* [Collected data]

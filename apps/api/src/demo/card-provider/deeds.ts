import { randomBytes } from 'node:crypto';
import type { Intent, Kept, Message, Refund, Session } from './kept';

export type Ground = {
  kept: Kept;
  save: () => void;
  deliver: (message: Message) => void;
  nowS: () => number;
  address: () => string; // where the pages are
  refundsFail: () => boolean;
};

/** How the provider says no: Stripe's shape of an error. */
export class Refusal extends Error {
  constructor(
    readonly status: number,
    readonly code: string,
    message: string,
  ) {
    super(message);
  }
}

const idOf = (prefix: string): string => `${prefix}_demo_${randomBytes(12).toString('hex')}`;

function tell({ kept, save, deliver, nowS }: Ground, type: string, object: object): void {
  const message: Message = {
    id: idOf('evt'),
    object: 'event',
    type,
    created: nowS(),
    data: { object: structuredClone(object) },
  };
  kept.messages.push(message);
  save();
  deliver(message);
}

export type Asked = Record<string, unknown>;
const text = (value: unknown): string => (typeof value === 'string' ? value : '');
const record = (value: unknown): Record<string, unknown> =>
  typeof value === 'object' && value !== null ? { ...value } : {};
const first = (value: unknown): Record<string, unknown> =>
  record(Array.isArray(value) ? value[0] : record(value)['0']);
const metadataOf = (value: unknown): Record<string, string> =>
  Object.fromEntries(Object.entries(record(value)).map(([key, each]) => [key, text(each)]));

export function makeSession(ground: Ground, asked: Asked): Session {
  const item = first(asked.line_items);
  const price = record(item.price_data);
  const amount = Number(price.unit_amount) * Number(item.quantity ?? 1);
  if (!Number.isSafeInteger(amount) || amount < 30)
    throw new Refusal(400, 'amount_too_small', 'The amount must be at least 30 pence.');
  const id = idOf('cs');
  const session: Session = {
    id,
    object: 'checkout.session',
    status: 'open',
    payment_status: 'unpaid',
    payment_intent: null,
    amount_total: amount,
    currency: text(price.currency),
    metadata: metadataOf(asked.metadata),
    client_reference_id: text(asked.client_reference_id) || null,
    success_url: text(asked.success_url),
    cancel_url: text(asked.cancel_url),
    expires_at: Number(asked.expires_at),
    created: ground.nowS(),
    url: `${ground.address()}/pay/${id}`,
    description: text(record(price.product_data).name),
  };
  ground.kept.sessions[id] = session;
  ground.save();
  return session;
}

export function sessionOf({ kept }: Ground, id: string): Session {
  const session = kept.sessions[id];
  if (!session) throw new Refusal(404, 'resource_missing', `No such checkout.session: ${id}`);
  return session;
}

export function expireSession(ground: Ground, id: string): Session {
  const session = sessionOf(ground, id);
  if (session.status !== 'open')
    throw new Refusal(400, 'checkout_session_not_open', 'Only an open session can be expired.');
  session.status = 'expired';
  session.url = null;
  const intent = session.payment_intent === null ? undefined : ground.kept.intents[session.payment_intent];
  if (intent) intent.status = 'canceled';
  tell(ground, 'checkout.session.expired', session);
  return session;
}

/** Payments of the demo's invented past were never here: any of theirs counts as taken. */
const OF_THE_PAST = /^pi_past_/;

export function intentOf(ground: Ground, id: string): Intent {
  const intent = ground.kept.intents[id];
  if (intent) return intent;
  if (!OF_THE_PAST.test(id)) throw new Refusal(404, 'resource_missing', `No such payment_intent: ${id}`);
  const past: Intent = {
    id,
    object: 'payment_intent',
    status: 'succeeded',
    amount: 100_000_000,
    amount_received: 100_000_000,
    currency: 'gbp',
    metadata: {},
    created: ground.nowS(),
    last_payment_error: null,
  };
  ground.kept.intents[id] = past;
  return past;
}

export const CARDS = {
  good: 'A card that is paid',
  challenge: 'A card whose bank asks first',
  declined: 'A card that is declined',
  insufficient: 'A card with too little money',
} as const;
export type Card = keyof typeof CARDS;
export const isCard = (value: unknown): value is Card => typeof value === 'string' && value in CARDS;

/** One try with a card; answers what the page does next. */
export function tryCard(ground: Ground, sessionId: string, card: Card): 'paid' | 'ask' | 'refused' {
  const session = openSession(ground, sessionId);
  const intent = intentFor(ground, session);
  switch (card) {
    case 'good':
      return pay(ground, session, intent);
    case 'challenge':
      intent.status = 'requires_action';
      intent.last_payment_error = null;
      tell(ground, 'payment_intent.requires_action', intent);
      return 'ask';
    case 'declined':
      return refuse(ground, intent, { code: 'card_declined', decline_code: 'generic_decline' });
    case 'insufficient':
      return refuse(ground, intent, { code: 'card_declined', decline_code: 'insufficient_funds' });
  }
}

/** The bank's question answered. */
export function answerBank(ground: Ground, sessionId: string, yes: boolean): 'paid' | 'refused' {
  const session = openSession(ground, sessionId);
  const intent = intentFor(ground, session);
  if (yes) return pay(ground, session, intent);
  return refuse(ground, intent, { code: 'payment_intent_authentication_failure', decline_code: null });
}

function openSession(ground: Ground, id: string): Session {
  const session = sessionOf(ground, id);
  if (session.status !== 'open') throw new Refusal(400, 'checkout_session_not_open', 'This page is closed.');
  return session;
}

function intentFor({ kept, nowS, save }: Ground, session: Session): Intent {
  const known = session.payment_intent === null ? undefined : kept.intents[session.payment_intent];
  if (known) return known;
  const intent: Intent = {
    id: idOf('pi'),
    object: 'payment_intent',
    status: 'requires_payment_method',
    amount: session.amount_total,
    amount_received: 0,
    currency: session.currency,
    metadata: session.metadata,
    created: nowS(),
    last_payment_error: null,
  };
  kept.intents[intent.id] = intent;
  session.payment_intent = intent.id;
  save();
  return intent;
}

function pay(ground: Ground, session: Session, intent: Intent): 'paid' {
  intent.status = 'succeeded';
  intent.amount_received = intent.amount;
  intent.last_payment_error = null;
  session.status = 'complete';
  session.payment_status = 'paid';
  session.url = null;
  tell(ground, 'payment_intent.succeeded', intent);
  tell(ground, 'checkout.session.completed', session);
  return 'paid';
}

function refuse(ground: Ground, intent: Intent, error: NonNullable<Intent['last_payment_error']>): 'refused' {
  intent.status = 'requires_payment_method';
  intent.last_payment_error = error;
  tell(ground, 'payment_intent.payment_failed', intent);
  return 'refused';
}

export function makeRefund(ground: Ground, asked: Asked): Refund {
  const intent = intentOf(ground, text(asked.payment_intent));
  const amount = Number(asked.amount);
  const back = Object.values(ground.kept.refunds)
    .filter((each) => each.payment_intent === intent.id && each.status === 'succeeded')
    .reduce((sum, each) => sum + each.amount, 0);
  if (intent.status !== 'succeeded' || !Number.isSafeInteger(amount) || amount < 1)
    throw new Refusal(400, 'charge_not_refundable', 'Nothing was taken that could be given back.');
  if (back + amount > intent.amount_received)
    throw new Refusal(400, 'charge_already_refunded', 'That is more than is left of the charge.');
  const refund: Refund = {
    id: idOf('re'),
    object: 'refund',
    status: ground.refundsFail() ? 'failed' : 'succeeded',
    failure_reason: ground.refundsFail() ? 'expired_or_canceled_card' : null,
    amount,
    currency: intent.currency,
    payment_intent: intent.id,
    metadata: metadataOf(asked.metadata),
    created: ground.nowS(),
  };
  ground.kept.refunds[refund.id] = refund;
  tell(ground, refund.status === 'failed' ? 'refund.failed' : 'refund.created', refund);
  return refund;
}

/** A refund that was told as made comes back from the card's bank, as they do days later. */
export function returnRefund(ground: Ground, id: string): Refund {
  const refund = refundOf(ground, id);
  refund.status = 'failed';
  refund.failure_reason = 'lost_or_stolen_card';
  tell(ground, 'refund.failed', refund);
  return refund;
}

export function refundOf({ kept }: Ground, id: string): Refund {
  const refund = kept.refunds[id];
  if (!refund) throw new Refusal(404, 'resource_missing', `No such refund: ${id}`);
  return refund;
}

/** A dispute as a card's owner opens it with their bank, and as it ends. */
export function tellDispute(ground: Ground, asked: Asked): object {
  const intent = intentOf(ground, text(asked.payment_intent));
  const dispute = {
    id: text(asked.id) || idOf('dp'),
    object: 'dispute',
    amount: Number(asked.amount ?? intent.amount_received),
    currency: intent.currency,
    payment_intent: intent.id,
    reason: text(asked.reason) || 'fraudulent',
    status: text(asked.status) || 'needs_response',
    metadata: {},
  };
  const ended = dispute.status === 'won' || dispute.status === 'lost';
  tell(ground, ended ? 'charge.dispute.closed' : 'charge.dispute.created', dispute);
  return dispute;
}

* [What you should do] I need every line of the data that has the word "intents"; please list them.

* [Exercise solution]
  const intent = session.payment_intent === null ? undefined : ground.kept.intents[session.payment_intent];
  const intent = ground.kept.intents[id];
  ground.kept.intents[id] = past;
  const known = session.payment_intent === null ? undefined : kept.intents[session.payment_intent];
  kept.intents[intent.id] = intent;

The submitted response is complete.